Instructions to follow » Go through the entries below and copy each line that holds the word "Fraction".

::: Data for this exercise :::

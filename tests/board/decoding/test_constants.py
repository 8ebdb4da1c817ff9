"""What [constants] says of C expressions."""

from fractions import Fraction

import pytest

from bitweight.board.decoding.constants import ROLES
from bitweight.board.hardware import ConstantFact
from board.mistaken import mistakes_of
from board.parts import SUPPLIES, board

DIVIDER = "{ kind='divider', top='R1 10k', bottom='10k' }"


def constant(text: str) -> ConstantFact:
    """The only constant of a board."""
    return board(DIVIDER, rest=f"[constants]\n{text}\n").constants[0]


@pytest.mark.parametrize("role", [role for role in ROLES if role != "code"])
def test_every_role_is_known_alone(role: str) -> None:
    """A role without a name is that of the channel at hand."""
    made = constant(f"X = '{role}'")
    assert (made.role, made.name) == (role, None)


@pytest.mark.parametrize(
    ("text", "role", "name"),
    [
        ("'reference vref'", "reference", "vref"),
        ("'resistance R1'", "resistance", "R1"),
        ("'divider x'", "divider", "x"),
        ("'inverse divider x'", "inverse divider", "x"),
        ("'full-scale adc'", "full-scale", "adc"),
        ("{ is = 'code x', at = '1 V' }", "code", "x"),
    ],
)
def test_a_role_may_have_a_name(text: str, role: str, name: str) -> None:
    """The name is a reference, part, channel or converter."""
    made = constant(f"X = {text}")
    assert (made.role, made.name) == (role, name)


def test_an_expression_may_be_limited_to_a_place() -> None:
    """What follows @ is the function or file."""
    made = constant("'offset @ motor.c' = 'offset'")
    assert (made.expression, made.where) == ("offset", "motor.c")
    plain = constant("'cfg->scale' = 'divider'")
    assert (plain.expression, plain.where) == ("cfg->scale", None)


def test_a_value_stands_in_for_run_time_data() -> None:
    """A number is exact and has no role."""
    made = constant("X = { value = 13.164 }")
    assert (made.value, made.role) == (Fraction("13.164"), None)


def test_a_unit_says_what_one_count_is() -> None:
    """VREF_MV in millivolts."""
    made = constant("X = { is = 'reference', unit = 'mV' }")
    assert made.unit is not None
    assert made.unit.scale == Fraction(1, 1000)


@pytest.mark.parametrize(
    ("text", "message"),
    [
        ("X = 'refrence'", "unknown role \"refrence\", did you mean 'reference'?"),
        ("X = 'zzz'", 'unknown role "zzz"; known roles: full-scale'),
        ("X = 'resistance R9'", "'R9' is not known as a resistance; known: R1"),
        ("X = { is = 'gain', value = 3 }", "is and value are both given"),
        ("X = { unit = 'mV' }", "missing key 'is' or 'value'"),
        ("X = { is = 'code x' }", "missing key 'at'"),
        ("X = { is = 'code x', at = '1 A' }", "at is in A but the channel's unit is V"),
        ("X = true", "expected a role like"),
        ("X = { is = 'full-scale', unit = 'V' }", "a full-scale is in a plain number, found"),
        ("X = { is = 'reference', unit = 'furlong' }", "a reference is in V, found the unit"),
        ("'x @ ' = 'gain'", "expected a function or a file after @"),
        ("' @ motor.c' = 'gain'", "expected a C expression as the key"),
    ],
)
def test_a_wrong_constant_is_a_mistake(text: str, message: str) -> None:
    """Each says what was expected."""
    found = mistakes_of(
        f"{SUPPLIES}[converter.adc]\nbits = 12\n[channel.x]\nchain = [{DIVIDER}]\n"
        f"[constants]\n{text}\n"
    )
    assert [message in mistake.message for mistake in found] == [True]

:::
::: Data for this exercise :::

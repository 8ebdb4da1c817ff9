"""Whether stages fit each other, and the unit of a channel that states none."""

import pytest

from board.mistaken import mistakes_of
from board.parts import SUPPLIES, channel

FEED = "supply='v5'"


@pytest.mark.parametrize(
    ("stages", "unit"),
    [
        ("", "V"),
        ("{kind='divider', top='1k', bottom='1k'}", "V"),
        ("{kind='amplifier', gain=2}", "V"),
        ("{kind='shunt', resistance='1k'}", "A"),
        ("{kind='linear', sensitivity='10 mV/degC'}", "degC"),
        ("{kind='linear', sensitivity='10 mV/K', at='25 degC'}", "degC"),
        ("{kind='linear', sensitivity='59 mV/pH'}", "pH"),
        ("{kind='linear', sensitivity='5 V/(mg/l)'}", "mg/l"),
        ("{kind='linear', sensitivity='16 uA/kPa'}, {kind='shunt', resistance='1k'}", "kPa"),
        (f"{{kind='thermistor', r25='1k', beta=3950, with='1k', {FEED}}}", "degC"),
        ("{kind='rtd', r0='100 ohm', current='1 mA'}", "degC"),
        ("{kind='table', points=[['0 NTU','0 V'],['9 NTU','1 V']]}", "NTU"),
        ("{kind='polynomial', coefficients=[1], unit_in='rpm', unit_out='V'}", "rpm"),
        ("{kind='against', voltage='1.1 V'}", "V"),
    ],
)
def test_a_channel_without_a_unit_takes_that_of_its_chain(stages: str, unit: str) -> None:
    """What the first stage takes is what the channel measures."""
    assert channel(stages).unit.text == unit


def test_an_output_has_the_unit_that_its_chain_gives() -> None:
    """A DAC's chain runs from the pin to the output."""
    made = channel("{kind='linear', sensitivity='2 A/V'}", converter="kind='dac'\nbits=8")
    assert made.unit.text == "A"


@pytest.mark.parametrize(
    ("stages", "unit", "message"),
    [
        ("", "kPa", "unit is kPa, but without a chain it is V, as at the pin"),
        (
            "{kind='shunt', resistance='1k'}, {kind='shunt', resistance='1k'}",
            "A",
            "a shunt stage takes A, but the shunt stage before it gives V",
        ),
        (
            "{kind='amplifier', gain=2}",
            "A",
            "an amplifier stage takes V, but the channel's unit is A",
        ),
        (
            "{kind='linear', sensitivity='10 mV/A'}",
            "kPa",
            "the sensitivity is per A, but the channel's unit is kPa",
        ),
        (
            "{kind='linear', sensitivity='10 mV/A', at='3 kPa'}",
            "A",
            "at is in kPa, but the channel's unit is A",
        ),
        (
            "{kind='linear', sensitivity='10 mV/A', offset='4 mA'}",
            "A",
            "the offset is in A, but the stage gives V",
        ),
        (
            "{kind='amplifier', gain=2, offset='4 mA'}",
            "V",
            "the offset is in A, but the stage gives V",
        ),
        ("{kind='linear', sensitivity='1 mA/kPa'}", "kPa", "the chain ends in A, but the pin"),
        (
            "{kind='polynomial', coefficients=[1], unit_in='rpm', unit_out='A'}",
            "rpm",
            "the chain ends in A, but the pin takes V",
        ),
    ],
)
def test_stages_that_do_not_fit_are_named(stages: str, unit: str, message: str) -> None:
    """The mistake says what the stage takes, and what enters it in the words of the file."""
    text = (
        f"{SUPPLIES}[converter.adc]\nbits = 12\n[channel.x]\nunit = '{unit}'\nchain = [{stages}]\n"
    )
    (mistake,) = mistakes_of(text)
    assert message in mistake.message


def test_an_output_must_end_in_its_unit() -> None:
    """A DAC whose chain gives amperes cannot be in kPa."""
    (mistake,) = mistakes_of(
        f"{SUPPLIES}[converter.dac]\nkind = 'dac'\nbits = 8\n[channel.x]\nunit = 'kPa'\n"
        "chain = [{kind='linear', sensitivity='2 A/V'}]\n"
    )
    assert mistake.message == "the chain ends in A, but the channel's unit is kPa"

:::

Response to the task »
from fractions import Fraction
    assert (made.value, made.role) == (Fraction("13.164"), None)
    assert made.unit.scale == Fraction(1, 1000)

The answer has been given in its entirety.